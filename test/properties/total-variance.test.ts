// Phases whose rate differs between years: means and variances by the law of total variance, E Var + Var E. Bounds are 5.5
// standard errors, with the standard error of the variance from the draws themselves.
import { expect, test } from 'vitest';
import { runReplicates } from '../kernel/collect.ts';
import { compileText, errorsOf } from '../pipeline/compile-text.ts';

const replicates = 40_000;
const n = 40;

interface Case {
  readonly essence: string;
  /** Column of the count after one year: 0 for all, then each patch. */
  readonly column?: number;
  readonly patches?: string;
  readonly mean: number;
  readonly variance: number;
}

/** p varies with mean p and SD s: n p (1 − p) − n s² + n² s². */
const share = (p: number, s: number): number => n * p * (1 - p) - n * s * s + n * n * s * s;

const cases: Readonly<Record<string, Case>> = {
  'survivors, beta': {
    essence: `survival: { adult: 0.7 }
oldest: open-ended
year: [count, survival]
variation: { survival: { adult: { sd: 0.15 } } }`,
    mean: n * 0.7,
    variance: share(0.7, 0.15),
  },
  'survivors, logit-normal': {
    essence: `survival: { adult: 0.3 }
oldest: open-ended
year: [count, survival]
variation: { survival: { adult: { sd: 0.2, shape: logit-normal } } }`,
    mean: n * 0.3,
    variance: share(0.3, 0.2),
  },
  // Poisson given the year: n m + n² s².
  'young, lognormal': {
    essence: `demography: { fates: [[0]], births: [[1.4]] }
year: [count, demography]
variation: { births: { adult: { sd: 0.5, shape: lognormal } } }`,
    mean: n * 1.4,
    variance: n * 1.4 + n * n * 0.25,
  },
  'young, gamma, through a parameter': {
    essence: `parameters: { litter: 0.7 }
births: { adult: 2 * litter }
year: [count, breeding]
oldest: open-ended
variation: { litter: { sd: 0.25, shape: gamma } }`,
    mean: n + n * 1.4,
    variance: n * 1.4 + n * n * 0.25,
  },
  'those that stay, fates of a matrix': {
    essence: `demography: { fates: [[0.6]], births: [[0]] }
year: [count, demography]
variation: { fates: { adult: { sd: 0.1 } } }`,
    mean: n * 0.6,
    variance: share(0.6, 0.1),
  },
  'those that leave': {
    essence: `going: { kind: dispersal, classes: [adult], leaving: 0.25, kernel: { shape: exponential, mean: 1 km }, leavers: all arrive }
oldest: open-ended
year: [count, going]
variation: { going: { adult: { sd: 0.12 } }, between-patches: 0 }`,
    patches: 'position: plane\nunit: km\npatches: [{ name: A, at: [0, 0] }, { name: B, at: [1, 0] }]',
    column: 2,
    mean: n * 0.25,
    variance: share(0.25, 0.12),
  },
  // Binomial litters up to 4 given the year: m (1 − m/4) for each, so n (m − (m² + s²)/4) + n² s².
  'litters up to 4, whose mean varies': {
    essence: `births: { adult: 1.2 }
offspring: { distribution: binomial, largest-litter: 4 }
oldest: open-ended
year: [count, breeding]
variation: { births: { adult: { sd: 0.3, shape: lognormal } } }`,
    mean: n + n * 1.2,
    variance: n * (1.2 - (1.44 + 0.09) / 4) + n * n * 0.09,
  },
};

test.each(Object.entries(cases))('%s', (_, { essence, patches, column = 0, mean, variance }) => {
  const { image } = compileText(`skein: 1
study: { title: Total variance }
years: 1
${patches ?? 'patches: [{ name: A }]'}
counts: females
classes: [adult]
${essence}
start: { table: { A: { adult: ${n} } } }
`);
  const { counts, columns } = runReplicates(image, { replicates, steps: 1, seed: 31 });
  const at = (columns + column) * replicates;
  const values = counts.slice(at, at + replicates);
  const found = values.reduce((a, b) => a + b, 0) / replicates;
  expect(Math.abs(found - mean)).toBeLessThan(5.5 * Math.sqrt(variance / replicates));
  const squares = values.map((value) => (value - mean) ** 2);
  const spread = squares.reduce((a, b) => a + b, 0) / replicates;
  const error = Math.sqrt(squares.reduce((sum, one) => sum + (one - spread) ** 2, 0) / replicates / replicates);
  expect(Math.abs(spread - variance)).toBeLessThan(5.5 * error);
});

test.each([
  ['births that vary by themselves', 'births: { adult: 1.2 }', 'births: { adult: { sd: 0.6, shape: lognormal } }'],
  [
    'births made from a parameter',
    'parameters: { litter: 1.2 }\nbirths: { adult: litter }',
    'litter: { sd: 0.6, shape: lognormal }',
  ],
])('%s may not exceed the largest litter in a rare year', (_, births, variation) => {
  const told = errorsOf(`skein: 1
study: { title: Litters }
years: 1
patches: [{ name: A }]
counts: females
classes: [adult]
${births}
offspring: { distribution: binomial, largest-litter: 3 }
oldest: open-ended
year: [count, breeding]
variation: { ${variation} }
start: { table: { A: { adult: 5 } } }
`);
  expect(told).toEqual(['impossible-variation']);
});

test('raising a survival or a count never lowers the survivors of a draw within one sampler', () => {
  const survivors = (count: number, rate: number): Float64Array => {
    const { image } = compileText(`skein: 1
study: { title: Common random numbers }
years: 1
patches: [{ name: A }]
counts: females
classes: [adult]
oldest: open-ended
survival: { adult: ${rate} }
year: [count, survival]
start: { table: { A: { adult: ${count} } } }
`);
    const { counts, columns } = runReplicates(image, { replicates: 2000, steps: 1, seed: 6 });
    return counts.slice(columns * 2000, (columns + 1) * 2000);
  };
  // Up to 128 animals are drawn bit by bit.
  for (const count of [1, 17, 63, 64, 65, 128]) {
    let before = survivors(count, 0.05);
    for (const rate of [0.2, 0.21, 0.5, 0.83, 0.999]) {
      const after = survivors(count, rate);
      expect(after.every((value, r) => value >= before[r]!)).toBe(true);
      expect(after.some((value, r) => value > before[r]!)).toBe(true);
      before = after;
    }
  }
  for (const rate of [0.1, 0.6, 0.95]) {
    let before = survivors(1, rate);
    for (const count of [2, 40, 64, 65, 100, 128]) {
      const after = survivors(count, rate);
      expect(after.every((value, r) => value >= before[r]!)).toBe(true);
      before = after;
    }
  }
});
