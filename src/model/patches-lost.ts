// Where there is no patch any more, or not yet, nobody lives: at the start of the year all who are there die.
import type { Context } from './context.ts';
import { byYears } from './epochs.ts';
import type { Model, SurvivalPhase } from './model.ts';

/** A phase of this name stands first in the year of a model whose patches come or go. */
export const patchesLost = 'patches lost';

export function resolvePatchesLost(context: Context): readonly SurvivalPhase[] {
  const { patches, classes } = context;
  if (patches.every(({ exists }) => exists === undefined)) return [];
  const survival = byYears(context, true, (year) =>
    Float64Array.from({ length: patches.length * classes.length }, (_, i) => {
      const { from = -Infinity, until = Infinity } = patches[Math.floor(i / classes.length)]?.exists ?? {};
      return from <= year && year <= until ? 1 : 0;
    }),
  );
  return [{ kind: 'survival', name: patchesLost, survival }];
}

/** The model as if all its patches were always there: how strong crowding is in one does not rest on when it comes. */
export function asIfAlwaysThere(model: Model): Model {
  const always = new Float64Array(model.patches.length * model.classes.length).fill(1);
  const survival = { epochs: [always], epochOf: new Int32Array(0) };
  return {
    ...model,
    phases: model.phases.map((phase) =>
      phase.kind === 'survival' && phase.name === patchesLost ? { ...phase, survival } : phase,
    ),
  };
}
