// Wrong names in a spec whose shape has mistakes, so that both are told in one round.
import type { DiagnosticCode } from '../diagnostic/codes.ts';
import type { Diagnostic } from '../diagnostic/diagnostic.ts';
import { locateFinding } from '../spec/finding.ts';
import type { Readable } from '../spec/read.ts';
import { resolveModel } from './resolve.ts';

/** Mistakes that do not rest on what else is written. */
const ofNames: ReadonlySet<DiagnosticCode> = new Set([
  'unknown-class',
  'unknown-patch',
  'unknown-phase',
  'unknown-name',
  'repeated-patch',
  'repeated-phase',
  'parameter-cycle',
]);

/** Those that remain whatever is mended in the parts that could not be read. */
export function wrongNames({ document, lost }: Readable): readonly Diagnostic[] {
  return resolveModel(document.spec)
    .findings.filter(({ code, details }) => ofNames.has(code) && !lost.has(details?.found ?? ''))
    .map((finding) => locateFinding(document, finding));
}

--

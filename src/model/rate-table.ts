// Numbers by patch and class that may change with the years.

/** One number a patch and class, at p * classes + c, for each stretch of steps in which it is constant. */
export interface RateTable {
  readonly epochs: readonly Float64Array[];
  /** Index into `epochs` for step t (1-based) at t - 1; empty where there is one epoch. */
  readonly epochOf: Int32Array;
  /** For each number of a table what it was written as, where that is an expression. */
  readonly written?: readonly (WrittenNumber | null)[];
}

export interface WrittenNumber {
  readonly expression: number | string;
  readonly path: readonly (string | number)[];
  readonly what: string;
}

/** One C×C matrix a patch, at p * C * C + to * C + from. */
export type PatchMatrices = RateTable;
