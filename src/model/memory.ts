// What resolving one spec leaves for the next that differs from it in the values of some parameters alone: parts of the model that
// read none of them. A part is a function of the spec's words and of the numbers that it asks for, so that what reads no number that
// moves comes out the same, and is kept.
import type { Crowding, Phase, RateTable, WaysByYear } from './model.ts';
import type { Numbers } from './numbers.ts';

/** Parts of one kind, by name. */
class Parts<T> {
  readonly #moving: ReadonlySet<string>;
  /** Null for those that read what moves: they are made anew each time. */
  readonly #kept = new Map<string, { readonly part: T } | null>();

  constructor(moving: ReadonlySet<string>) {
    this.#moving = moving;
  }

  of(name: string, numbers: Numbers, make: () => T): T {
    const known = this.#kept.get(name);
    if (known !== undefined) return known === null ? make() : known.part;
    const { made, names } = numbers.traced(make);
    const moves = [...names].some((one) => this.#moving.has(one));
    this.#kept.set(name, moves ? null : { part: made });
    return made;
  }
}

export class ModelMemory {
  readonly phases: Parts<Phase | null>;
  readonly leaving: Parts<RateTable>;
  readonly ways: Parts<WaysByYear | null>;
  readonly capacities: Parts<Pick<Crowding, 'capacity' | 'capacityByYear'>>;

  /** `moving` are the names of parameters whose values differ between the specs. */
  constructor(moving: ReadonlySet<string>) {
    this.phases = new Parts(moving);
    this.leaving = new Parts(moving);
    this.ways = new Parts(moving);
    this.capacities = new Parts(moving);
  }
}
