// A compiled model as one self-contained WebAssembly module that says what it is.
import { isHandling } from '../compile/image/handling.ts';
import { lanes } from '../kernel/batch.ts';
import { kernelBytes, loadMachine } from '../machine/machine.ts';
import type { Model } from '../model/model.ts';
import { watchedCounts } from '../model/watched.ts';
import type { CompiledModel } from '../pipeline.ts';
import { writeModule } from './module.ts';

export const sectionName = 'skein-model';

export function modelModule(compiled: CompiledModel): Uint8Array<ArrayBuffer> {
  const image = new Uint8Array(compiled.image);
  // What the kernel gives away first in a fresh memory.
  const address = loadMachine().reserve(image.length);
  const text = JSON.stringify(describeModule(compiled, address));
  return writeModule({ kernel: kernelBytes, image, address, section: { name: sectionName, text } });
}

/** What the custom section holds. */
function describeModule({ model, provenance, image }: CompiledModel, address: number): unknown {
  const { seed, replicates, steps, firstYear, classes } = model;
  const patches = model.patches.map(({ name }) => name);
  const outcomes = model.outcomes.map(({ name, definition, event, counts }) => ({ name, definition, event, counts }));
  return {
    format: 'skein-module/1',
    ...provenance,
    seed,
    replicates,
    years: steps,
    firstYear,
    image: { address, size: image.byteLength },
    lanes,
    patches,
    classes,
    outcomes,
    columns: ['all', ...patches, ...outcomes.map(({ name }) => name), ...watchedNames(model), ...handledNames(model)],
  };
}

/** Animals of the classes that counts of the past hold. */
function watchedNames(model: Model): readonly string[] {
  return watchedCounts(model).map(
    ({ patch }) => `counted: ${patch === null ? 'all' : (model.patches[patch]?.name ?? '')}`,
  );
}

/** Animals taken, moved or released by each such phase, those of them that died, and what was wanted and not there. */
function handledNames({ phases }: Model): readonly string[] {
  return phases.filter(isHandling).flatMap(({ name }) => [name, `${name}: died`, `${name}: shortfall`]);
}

* * *

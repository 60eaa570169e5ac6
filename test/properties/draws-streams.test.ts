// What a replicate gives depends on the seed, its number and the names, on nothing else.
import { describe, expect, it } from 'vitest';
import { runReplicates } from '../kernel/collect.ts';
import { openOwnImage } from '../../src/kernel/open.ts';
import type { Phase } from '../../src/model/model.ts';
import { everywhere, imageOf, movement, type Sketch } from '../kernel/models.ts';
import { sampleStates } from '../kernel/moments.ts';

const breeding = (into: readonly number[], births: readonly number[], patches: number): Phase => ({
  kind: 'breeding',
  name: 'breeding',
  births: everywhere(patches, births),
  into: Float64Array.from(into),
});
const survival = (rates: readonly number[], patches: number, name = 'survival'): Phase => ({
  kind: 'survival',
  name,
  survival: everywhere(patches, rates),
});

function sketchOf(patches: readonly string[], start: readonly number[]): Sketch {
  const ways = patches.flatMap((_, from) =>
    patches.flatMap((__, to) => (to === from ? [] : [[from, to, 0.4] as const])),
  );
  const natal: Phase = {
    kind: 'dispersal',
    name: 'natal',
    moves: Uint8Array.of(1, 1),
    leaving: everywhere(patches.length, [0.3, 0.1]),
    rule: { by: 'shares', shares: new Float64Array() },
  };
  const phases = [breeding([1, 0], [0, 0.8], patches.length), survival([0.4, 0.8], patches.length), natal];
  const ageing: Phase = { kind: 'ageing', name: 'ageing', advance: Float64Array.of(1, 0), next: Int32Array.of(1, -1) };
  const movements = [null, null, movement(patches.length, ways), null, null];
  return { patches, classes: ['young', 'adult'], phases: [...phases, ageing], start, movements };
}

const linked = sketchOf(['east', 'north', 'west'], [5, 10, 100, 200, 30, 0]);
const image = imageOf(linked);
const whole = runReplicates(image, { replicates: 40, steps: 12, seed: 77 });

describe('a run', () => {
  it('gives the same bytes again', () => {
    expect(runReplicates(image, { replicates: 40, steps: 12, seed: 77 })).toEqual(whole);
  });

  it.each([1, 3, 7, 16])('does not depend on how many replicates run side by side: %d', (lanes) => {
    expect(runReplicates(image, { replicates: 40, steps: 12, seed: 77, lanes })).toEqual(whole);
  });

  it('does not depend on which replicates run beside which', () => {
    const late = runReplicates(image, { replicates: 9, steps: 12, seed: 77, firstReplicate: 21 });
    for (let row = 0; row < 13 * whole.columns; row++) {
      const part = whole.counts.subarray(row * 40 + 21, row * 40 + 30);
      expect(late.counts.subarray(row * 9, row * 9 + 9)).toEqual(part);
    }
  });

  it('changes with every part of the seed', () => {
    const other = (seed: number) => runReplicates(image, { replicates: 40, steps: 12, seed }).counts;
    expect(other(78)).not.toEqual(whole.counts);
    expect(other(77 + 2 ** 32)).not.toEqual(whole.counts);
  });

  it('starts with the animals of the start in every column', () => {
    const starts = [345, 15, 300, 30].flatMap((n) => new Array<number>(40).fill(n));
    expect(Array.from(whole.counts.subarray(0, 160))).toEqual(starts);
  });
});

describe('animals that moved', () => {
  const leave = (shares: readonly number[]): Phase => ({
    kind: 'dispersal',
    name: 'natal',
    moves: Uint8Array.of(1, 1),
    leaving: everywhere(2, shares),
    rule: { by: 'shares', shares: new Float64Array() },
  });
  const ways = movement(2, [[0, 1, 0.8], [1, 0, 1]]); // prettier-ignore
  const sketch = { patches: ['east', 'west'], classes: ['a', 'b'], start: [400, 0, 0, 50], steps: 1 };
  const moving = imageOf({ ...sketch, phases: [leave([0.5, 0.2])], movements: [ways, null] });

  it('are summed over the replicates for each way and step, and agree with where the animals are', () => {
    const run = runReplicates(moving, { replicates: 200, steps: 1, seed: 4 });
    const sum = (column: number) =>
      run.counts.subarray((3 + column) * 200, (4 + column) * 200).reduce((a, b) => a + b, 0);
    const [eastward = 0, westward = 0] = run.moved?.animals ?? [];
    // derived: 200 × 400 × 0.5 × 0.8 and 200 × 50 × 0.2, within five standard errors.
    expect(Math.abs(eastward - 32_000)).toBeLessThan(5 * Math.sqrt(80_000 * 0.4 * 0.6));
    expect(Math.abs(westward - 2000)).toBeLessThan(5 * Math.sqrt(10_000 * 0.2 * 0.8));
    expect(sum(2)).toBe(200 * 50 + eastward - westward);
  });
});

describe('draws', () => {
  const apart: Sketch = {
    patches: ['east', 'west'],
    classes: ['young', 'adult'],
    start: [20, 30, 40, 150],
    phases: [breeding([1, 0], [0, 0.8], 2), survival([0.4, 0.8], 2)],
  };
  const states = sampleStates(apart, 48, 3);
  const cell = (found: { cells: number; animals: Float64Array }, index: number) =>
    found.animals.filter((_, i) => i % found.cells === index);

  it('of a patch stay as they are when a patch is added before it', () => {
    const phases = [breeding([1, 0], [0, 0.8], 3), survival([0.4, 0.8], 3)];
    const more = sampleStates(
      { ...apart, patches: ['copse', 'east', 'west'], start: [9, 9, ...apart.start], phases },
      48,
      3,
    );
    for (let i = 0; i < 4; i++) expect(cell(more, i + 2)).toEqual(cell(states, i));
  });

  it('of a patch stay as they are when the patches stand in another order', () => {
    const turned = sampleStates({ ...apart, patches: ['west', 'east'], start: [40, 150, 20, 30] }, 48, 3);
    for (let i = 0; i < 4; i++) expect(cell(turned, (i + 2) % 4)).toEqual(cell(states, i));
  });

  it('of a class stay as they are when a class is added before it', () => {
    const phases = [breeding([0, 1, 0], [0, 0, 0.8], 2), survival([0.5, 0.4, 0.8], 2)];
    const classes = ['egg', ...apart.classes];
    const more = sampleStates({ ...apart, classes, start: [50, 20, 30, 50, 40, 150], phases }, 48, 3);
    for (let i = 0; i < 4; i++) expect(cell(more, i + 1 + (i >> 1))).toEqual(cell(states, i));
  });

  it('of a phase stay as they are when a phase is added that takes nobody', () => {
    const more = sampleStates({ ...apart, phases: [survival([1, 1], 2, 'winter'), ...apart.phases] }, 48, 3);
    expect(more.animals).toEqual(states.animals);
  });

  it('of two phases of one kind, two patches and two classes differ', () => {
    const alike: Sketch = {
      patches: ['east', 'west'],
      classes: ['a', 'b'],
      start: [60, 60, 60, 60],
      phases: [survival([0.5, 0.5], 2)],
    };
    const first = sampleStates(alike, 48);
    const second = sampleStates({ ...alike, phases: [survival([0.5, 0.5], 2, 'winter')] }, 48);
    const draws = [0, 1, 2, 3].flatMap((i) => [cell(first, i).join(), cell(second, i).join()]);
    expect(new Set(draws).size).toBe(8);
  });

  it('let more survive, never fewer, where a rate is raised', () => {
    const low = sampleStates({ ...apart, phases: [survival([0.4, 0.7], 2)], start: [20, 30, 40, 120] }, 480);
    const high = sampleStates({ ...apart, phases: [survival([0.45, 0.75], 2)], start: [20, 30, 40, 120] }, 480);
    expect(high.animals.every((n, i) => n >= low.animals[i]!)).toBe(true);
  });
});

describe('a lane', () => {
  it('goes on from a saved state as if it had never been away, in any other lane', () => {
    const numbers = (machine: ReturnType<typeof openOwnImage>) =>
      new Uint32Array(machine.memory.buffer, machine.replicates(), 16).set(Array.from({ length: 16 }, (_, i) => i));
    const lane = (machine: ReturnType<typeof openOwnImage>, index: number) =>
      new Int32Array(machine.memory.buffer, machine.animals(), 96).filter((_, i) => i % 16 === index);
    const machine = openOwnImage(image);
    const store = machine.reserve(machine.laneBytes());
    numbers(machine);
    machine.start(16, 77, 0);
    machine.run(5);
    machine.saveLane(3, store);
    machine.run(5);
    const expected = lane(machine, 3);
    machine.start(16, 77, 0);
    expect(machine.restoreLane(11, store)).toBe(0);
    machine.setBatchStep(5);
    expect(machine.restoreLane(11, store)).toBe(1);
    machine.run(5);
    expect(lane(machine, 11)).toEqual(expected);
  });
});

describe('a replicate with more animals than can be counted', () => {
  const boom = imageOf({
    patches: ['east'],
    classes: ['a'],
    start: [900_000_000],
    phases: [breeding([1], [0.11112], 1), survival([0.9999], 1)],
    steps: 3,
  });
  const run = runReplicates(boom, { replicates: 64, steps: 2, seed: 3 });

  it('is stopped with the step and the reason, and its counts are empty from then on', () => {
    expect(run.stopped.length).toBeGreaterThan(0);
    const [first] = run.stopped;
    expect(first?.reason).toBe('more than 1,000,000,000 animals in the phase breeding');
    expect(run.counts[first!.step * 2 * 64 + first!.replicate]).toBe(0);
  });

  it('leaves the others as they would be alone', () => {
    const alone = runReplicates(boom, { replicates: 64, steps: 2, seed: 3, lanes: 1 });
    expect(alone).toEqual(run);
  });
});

◆ **PROBLEM DETAILS**
From the records above, give again exactly the lines running from the line with "come or go. */" to the line with "it comes. */", inclusive.

◆ **EXERCISE ANSWER**
/** A phase of this name stands first in the year of a model whose patches come or go. */
export const patchesLost = 'patches lost';

export function resolvePatchesLost(context: Context): readonly SurvivalPhase[] {
  const { patches, classes } = context;
  if (patches.every(({ exists }) => exists === undefined)) return [];
  const survival = byYears(context, true, (year) =>
    Float64Array.from({ length: patches.length * classes.length }, (_, i) => {
      const { from = -Infinity, until = Infinity } = patches[Math.floor(i / classes.length)]?.exists ?? {};
      return from <= year && year <= until ? 1 : 0;
    }),
  );
  return [{ kind: 'survival', name: patchesLost, survival }];
}

/** The model as if all its patches were always there: how strong crowding is in one does not rest on when it comes. */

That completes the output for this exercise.